──────── GIVEN INFORMATION

#include "intake/statistical_file_table.hpp"

#include "intake/file_fingerprint.hpp"

#include "intake/read_only_file.hpp"
#include "intake/readstat_file_io.hpp"
#include "intake/utf8_text.hpp"

#include <readstat.h>

#include <algorithm>
#include <array>
#include <cctype>
#include <cmath>
#include <map>
#include <optional>
#include <string_view>

#include <sys/stat.h>

namespace plumbline {

namespace {

using Layout = StatisticalFileTable::Layout;

std::optional<Layout> layoutOf(const std::string& path)
{
    const auto dot = path.find_last_of("./");
    if (dot == std::string::npos || path[dot] != '.')
        return std::nullopt;
    std::string extension = path.substr(dot + 1);
    std::ranges::transform(extension, extension.begin(), [](unsigned char c) { return char(std::tolower(c)); });
    if (extension == "sas7bdat")
        return Layout::Sas7bdat;
    if (extension == "xpt")
        return Layout::Xport;
    if (extension == "dta")
        return Layout::Stata;
    if (extension == "sav" || extension == "zsav")
        return Layout::Spss;
    return std::nullopt;
}

StatisticalPackage packageOf(Layout layout)
{
    switch (layout) {
    case Layout::Sas7bdat:
    case Layout::Xport:
        return StatisticalPackage::Sas;
    case Layout::Stata:
        return StatisticalPackage::Stata;
    case Layout::Spss:
        break;
    }
    return StatisticalPackage::Spss;
}

std::string layoutNoun(Layout layout)
{
    switch (layout) {
    case Layout::Sas7bdat:
        return "SAS data set (.sas7bdat)";
    case Layout::Xport:
        return "SAS transport file (.xpt)";
    case Layout::Stata:
        return "Stata data file (.dta)";
    case Layout::Spss:
        break;
    }
    return "SPSS data file (.sav or .zsav)";
}
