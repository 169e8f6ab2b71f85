#pragma once

#include <QTableView>

namespace plumbline {

// A table whose selection (or, with nothing selected, whole content) copies to the clipboard as
// tab-separated text with the headers, ready to paste into a spreadsheet: Ctrl+C or the context menu.
class CopyableTableView : public QTableView {
    Q_OBJECT
public:
    explicit CopyableTableView(QWidget* parent = nullptr);
    QString tabSeparatedText() const;

protected:
    void keyPressEvent(QKeyEvent* event) override;
    void contextMenuEvent(QContextMenuEvent* event) override;
};

} // namespace plumbline
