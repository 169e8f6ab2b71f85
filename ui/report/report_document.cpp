#include "report/report_document.hpp"
#include "report/capacity_report_table.hpp"
#include "report/site_pooling_report.hpp"

#include "report/monitoring_section.hpp"

#include "reporting/cautions.hpp"
#include "reporting/decision_summary.hpp"
#include "reporting/disclosure_plan.hpp"
#include "resampling/interval_choice.hpp"
#include "metrics/metric_definitions.hpp"
#include "metrics/metric_reading.hpp"
#include "analyses/model_comparison.hpp"
#include "intake/printable_text.hpp"
#include "metrics/panel_keys.hpp"
#include "intake/sha256.hpp"
#include "reporting/value_text.hpp"
#include "files/version.hpp"

#include <algorithm>
#include <cmath>
#include <cstdio>
#include <filesystem>

namespace plumbline {

namespace {

// Report numbers share the window's formatting: no "-0.000" for a value that rounds to zero.
std::string fixed(double value, int digits)
{
    return fixedText(value, digits);
}

ReportCell numberCell(std::optional<double> value, int digits)
{
    if (!value)
        return {"not computed", std::nullopt, false};
    return {fixed(*value, digits), *value, false};
}

ReportCell textCell(std::string text)
{
    return {std::move(text), std::nullopt, false};
}

// A p-value as people read it ("< 0.001", "= 0.372"); the exact number stays for spreadsheets.
ReportCell pCell(double p)
{
    std::string text = pValueText(p);
    if (text.starts_with("p "))
        text.erase(0, 2);
    return {text, p, false};
}

// A count as the disclosure plan shows it: "suppressed" when it is small or would reveal a small
// one - one marker for both, since "<11" beside "suppressed" tells a reader which hidden cell is
// the small one and bounds the other - else itself (zero is shown: it reveals nobody).
ReportCell countCell(const CountShown& count, std::size_t /*minimumCell*/)
{
    if (count.primary || count.suppressed)
        return {"suppressed", std::nullopt, true};
    return {std::to_string(count.value), double(count.value), false};
}

// A count the small-cell rule publishes as it is (data-quality exclusions).
ReportCell plainCount(std::size_t count)
{
    return {std::to_string(count), double(count), false};
}
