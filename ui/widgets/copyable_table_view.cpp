#include "widgets/copyable_table_view.hpp"

#include <QApplication>
#include <QClipboard>
#include <QContextMenuEvent>
#include <QHeaderView>
#include <QKeyEvent>
#include <QMenu>

#include <set>

namespace plumbline {

CopyableTableView::CopyableTableView(QWidget* parent)
    : QTableView(parent)
{
    setSelectionBehavior(QAbstractItemView::SelectRows);
    setAlternatingRowColors(true);
    verticalHeader()->hide();
    horizontalHeader()->setStretchLastSection(true);
    setWordWrap(false);
}

QString CopyableTableView::tabSeparatedText() const
{
    const QAbstractItemModel* m = model();
    if (!m)
        return {};
    std::set<int> rows;
    for (const QModelIndex& index : selectionModel() ? selectionModel()->selectedIndexes() : QModelIndexList())
        rows.insert(index.row());
    if (rows.empty())
        for (int r = 0; r < m->rowCount(); ++r)
            rows.insert(r);
    QStringList lines;
    QStringList header;
    for (int c = 0; c < m->columnCount(); ++c)
        header << m->headerData(c, Qt::Horizontal).toString();
    lines << header.join(QLatin1Char('\t'));
    for (int r : rows) {
        QStringList cells;
        for (int c = 0; c < m->columnCount(); ++c)
            cells << m->index(r, c).data().toString().replace(QLatin1Char('\t'), QLatin1Char(' '));
        lines << cells.join(QLatin1Char('\t'));
    }
    return lines.join(QLatin1Char('\n')) + QLatin1Char('\n');
}

void CopyableTableView::keyPressEvent(QKeyEvent* event)
{
    if (event->matches(QKeySequence::Copy)) {
        QApplication::clipboard()->setText(tabSeparatedText());
        return;
    }
    QTableView::keyPressEvent(event);
}

void CopyableTableView::contextMenuEvent(QContextMenuEvent* event)
{
    QMenu menu(this);
    QAction* copy = menu.addAction(tr("Copy as tab-separated text"));
    copy->setShortcut(QKeySequence::Copy);
    if (menu.exec(event->globalPos()) == copy)
        QApplication::clipboard()->setText(tabSeparatedText());
}

} // namespace plumbline
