#include "widgets/metric_table_view.hpp"

#include <QHeaderView>
#include <QResizeEvent>

namespace plumbline {

MetricTableView::MetricTableView(QWidget* parent)
    : CopyableTableView(parent)
{
    setWordWrap(true);
    horizontalHeader()->setStretchLastSection(false);
    horizontalHeader()->setSectionResizeMode(QHeaderView::Interactive);
}

void MetricTableView::setModel(QAbstractItemModel* model)
{
    CopyableTableView::setModel(model);
    connect(model, &QAbstractItemModel::modelReset, this, &MetricTableView::fitColumns);
    fitColumns();
}

void MetricTableView::resizeEvent(QResizeEvent* event)
{
    CopyableTableView::resizeEvent(event);
    fitColumns();
}

void MetricTableView::fitColumns()
{
    const QAbstractItemModel* m = model();
    if (!m || m->columnCount() == 0)
        return;
    // Column 0 is the metric, then each model's estimate and reading.
    int fixed = 0;
    for (int c = 0; c < m->columnCount(); c += (c == 0 ? 1 : 2)) {
        resizeColumnToContents(c);
        fixed += columnWidth(c);
    }
    const int readings = (m->columnCount() - 1) / 2;
    if (readings > 0) {
        const int room = viewport()->width() - fixed;
        const int each = std::max(160, room / readings);
        for (int c = 2; c < m->columnCount(); c += 2)
            setColumnWidth(c, each);
    }
    resizeRowsToContents();
}

} // namespace plumbline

────────────────

**EXERCISE:** Go through the records above and report how many lines contain "toString". Write the number only.

**FINISHED EXERCISE:** 2